Document:

exv10w13

 

EXHIBIT 10.13

EXECUTIVE EMPLOYMENT AGREEMENT

THIS EXECUTIVE EMPLOYMENT AGREEMENT (“Agreement”), effective as of August 31, 2005, is entered into
by and between Spark Networks plc, a company organized under the laws of England and Wales (the
“Company”), with its principal office at 8383 Wilshire Boulevard, Suite 800, Beverly Hills,
California 90211, and Gregory R. Liberman, an individual residing at the address set forth in the
employment records of the Company (the “Executive”).

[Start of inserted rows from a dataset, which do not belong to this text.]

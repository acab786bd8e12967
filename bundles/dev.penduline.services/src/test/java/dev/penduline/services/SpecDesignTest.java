package dev.penduline.services;

import static org.junit.jupiter.api.Assertions.assertEquals;
import static org.junit.jupiter.api.Assertions.assertFalse;
import static org.junit.jupiter.api.Assertions.assertTrue;

import org.junit.jupiter.api.Test;

import dev.penduline.physics.MechanismProperties;
import dev.penduline.physics.forecast.ForecastRequest;
import dev.penduline.physics.forecast.Forecaster;
import dev.penduline.physics.forecast.SwingForecast;
import dev.penduline.physics.motion.FrictionTorques;
import dev.penduline.physics.motion.SwingSimulator;

class SpecDesignTest {

    /** 2 kg, Lc 0.4 m, J0 0.5 kg·m² in standard gravity: K = 7.84532 N·m/rad, ωn = 3.961 rad/s. */
    private static final MechanismProperties ARM = MechanismProperties.of(2.0, 0.4, 0.5);
    private static final FrictionTorques LIGHT = FrictionTorques.viscousOnly(0.01);

    private static SwingForecast forecast(FrictionTorques f, ForecastRequest r) {
        return new Forecaster(new SwingSimulator(ARM, f)).forecast(r);
    }

    @Test
    void theViscousDampingFoundForASettleTimeMeetsItWhenReSimulatedAndLessDoesNot() {
        ForecastRequest r = ForecastRequest.fromRest(0.3, 0.01);
        double within = 8;
        SpecDesign.Answer a = SpecDesign.design(ARM, LIGHT, r, SpecDesign.Spec.settleWithin(within), SpecDesign.Term.VISCOUS);
        assertTrue(a.meets(), a.reason());
        assertTrue(a.added() > 0);
        assertEquals(0.01 + a.added(), a.total(), 1e-15);
        // re-simulated independently of the design: with the found damping it settles in time ...
        SwingForecast with = forecast(FrictionTorques.viscousOnly(a.total()), r);
        assertTrue(with.settled() && with.settleTime() <= within, "settles after " + with.settleTime());
        // ... and with 2 % less it does not (the answer is the smallest that meets the spec)
        SwingForecast less = forecast(FrictionTorques.viscousOnly(0.01 + 0.98 * a.added()), r);
        assertTrue(!less.settled() || less.settleTime() > within, "settles after " + less.settleTime());
        // the envelope estimate ζ ≈ ln(A/B)/(ωn T) of a lightly damped swing (common practice) is
        // within a half-period's worth of it: the swing's peaks, where it is judged settled, come
        // every π/ωn, so the last peak before T may be that much earlier, and ζ larger by up to
        // π/(ωn T − π) of itself (11 % here)
        double zeta = Math.log(0.3 / 0.01) / (ARM.naturalFrequency() * within);
        double estimate = 2 * zeta * Math.sqrt(ARM.gravityStiffness() * ARM.pivotInertia());
        double halfPeriod = Math.PI / ARM.naturalFrequency();
        assertEquals(estimate, a.total(), halfPeriod / (within - halfPeriod) * estimate);
    }

    @Test
    void theDryFrictionFoundForASpeedLimitMeetsItWhenReSimulated() {
        double at = 0;
        double limit = 1.0;
        ForecastRequest r = ForecastRequest.fromRest(0.8, 0.01);
        SpecDesign.Answer a = SpecDesign.design(ARM, LIGHT, r, SpecDesign.Spec.maxSpeedAt(at, limit), SpecDesign.Term.COULOMB);
        assertTrue(a.meets(), a.reason());
        ForecastRequest passing = new ForecastRequest(0.8, 0, 0.01, at, Double.NaN);
        FrictionTorques found = new FrictionTorques(0.01, a.added(), a.added(), 0);
        double speed = Math.abs(forecast(found, passing).pass().orElseThrow().angularVelocity());
        assertTrue(speed <= limit + 1e-9, "speed " + speed);
        assertEquals(limit, speed, 1e-4, "the smallest torque that meets the limit brings the speed to it");
        // the undamped speed at the bottom, from the energy balance sqrt(2K(1 − cos x0)/J0), is above
        // the limit, so something had to be added
        assertTrue(Math.sqrt(2 * ARM.gravityStiffness() * (1 - Math.cos(0.8)) / ARM.pivotInertia()) > limit);
        assertTrue(a.baseline() > limit);
    }

    @Test
    void aSpecNoAmountCanMeetIsSaidSoWithTheReason() {
        // settling within a tenth of a period from 0.3 rad into ±0.01 rad: not even critical damping does it
        ForecastRequest r = ForecastRequest.fromRest(0.3, 0.01);
        SpecDesign.Answer a = SpecDesign.design(ARM, LIGHT, r, SpecDesign.Spec.settleWithin(0.15), SpecDesign.Term.VISCOUS);
        assertFalse(a.meets());
        assertTrue(Double.isNaN(a.added()));
        assertTrue(a.reason().contains("critical damping"), a.reason());
        // dry friction cannot bring it inside a band narrower than the rest band it creates
        SpecDesign.Answer dry = SpecDesign.design(ARM, LIGHT, r, SpecDesign.Spec.settleWithin(0.15), SpecDesign.Term.COULOMB);
        assertFalse(dry.meets());
        assertTrue(dry.reason().contains("outside the band"), dry.reason());
    }

    @Test
    void aMechanismThatMeetsTheSpecNeedsNothingAdded() {
        SpecDesign.Answer a = SpecDesign.design(ARM, FrictionTorques.viscousOnly(0.5), ForecastRequest.fromRest(0.3, 0.05),
                SpecDesign.Spec.settleWithin(100), SpecDesign.Term.VISCOUS);
        assertTrue(a.meets());
        assertEquals(0, a.added(), 0);
    }
}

In consideration of the promises and the respective covenants and agreements of the parties herein
contained, and intending to be legally bound hereby, the parties hereto agree as follows:

1. Employment:

     The Company hereby agrees to employ Executive, and Executive hereby agrees to serve the
Company, on the terms and conditions set forth herein.

2. Term:

     The employment of Executive by the Company as provided in paragraph 1 will commence on the
“Commencement Date,” defined as the effective date of this Agreement, and will continue
indefinitely, subject to the termination provisions as set forth in paragraph 5.

3. Position and Duties:

     Executive shall serve as Chief Operating Officer and shall report directly to the CEO and
President of the Company. The Executive shall have such duties and responsibilities as are
commensurate with his position and any additional responsibilities and authority as may be from
time to time assigned to Executive by the Company. Executive shall devote substantially all his
working time and efforts to the business affairs of the Company. From time to time the Company may
assign the Executive to work in other departments or locations of the Company, or for a subsidiary,
affiliated or holding company, in a similar position.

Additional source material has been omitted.